Prevent people from reverse-engineering my network protocol

Question

I know I cant prevent people from reverse-engineering my protocol but I'd like to take a security-through-obscurity approach to make it as hard as possible.

I have a server/client system that communicates through the network with http style packets.

Example:

Header
Attribute: Value
Attribute2: Other Value

Payload

I would like to make it as hard as possible for anything other than my client to access the network. Pushing problems with them decompiling my assemblies aside - what would be some good things I could do to this network spec that would make it VERY DIFFICULT to understand and make another implementation without the source?

I was thinking some kind of strange hashing approach or some kind of encryption algorithm that would be difficult.

EDIT I'm not trying to protect my assemblies or source-code. I'm trying to prevent someone from, for example, watching my protocol with WireShark or similar and then making their own implementation based on that information.

Answer 1

All right, three cases:

• Users can't access server code and can't access client code: Easiest way is to use a pregenerated shared secret stored in the binary, and aes encrypt/decrypt.

• Users can access client or server code but not both: Use a public/private key method. You can encrypt using the public key but the private one is needed to decrypt.

• Users can access both client and server code: You're screwed.

If you want to improve security, this static key should only be used during session initiation, to generate a new shared secret, which is then used for communication.

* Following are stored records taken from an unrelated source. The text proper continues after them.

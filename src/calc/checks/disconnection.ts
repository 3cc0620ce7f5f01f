// Disconnection: at the design earth fault current the device must open (slowest edge of its
// characteristic) within the required time (IEC 60364-4-41 Table 41.1, 411.3.2).
import type { Check } from '../types.js';
import { fmt } from '../../model/units.js';
import { notVerified, result } from './result.js';

export const disconnection: Check = ({ circuit, derived, fault, requiredBasis }) => {
  const id = 'disconnection';
  const required = derived.required_disconnect_s;
  const what = `${circuit.device} ${fmt(circuit.rating_a)} A`;
  if (!fault.known) return notVerified(id, `no design fault current: ${fault.why}`);
  if (!fault.device_known) return notVerified(id, `${fault.basis}; the device library has no characteristic for ${what}`);
  const numbers = { value: fault.time_s, limit: required, unit: 's' };
  if (fault.time_s === null) {
    return result(id, 'fail', `${fault.basis}: ${what} is not known to operate at this current at all; required within ${fmt(required)} s (${requiredBasis})`, numbers);
  }
  const ok = fault.time_s <= required;
  return result(id, ok ? 'pass' : 'fail',
    `${fault.basis}: ${what} opens within ${fmt(fault.time_s)} s (slowest edge) ${ok ? '≤' : '>'} ${fmt(required)} s required (${requiredBasis})`, numbers);
};
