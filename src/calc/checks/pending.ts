// Checks whose assessment is not in packsmith yet. They say so and stay not-verified: never a pass.
import type { Check, CheckId } from '../types.js';
import { notApplicable, notVerified } from './result.js';

export const pending = (id: CheckId, what: string): Check => () =>
  notVerified(id, `${what}: not yet assessed by packsmith; verify by hand`);

export const ringCheck: Check = (ctx) =>
  ctx.circuit.ring ? notVerified('ring', 'ring continuity: not yet assessed by packsmith; verify by hand') : notApplicable('ring', 'not a ring final circuit');

export const rcdCheck: Check = (ctx) =>
  ctx.circuit.rcd_ma === undefined ? notApplicable('rcd', 'no RCD on this circuit') : notVerified('rcd', 'RCD trip times: not yet assessed by packsmith; verify by hand');

export const rcdTtCheck: Check = (ctx) =>
  ctx.supply.earthing !== 'TT' ? notApplicable('rcd-tt', `${ctx.supply.earthing} supply: no earth electrode condition`) : notVerified('rcd-tt', 'RA × IΔn ≤ 50 V: not yet assessed by packsmith; verify by hand');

Edit: actually, a more easy and safe solution is to use ssl and certificates (it's a mantra that you shouldn't implement your own encryption) Each certificate comes with a secret private key. As long as users don't have access to that you're safe if you verify that the peer has the exact correct certificate.

Answer 2

For having reversed a few network protocols (from MMOs), I can tell you that you will never protect your protocol for very long, I'm sorry.

The best you can do is:

• Obfuscate it using a custom algorithm (because it takes longer to reverse than a known one). Using a known encryption scheme offers no protection whatsoever.
• Add noise. Try to be very, very confusing. Add random values that make no sense whatsoever. Try to use a dynamic layout for packets. Move fields. Send useless packets. Just like if it were garbage.
• Version your protocol, so that two consecutive version are incompatible. That can be hard to do, but it obliges the reverser to re-do the work for every subsequent version.

But these are just ways to slow down attackers. It's certainly not going to stop them.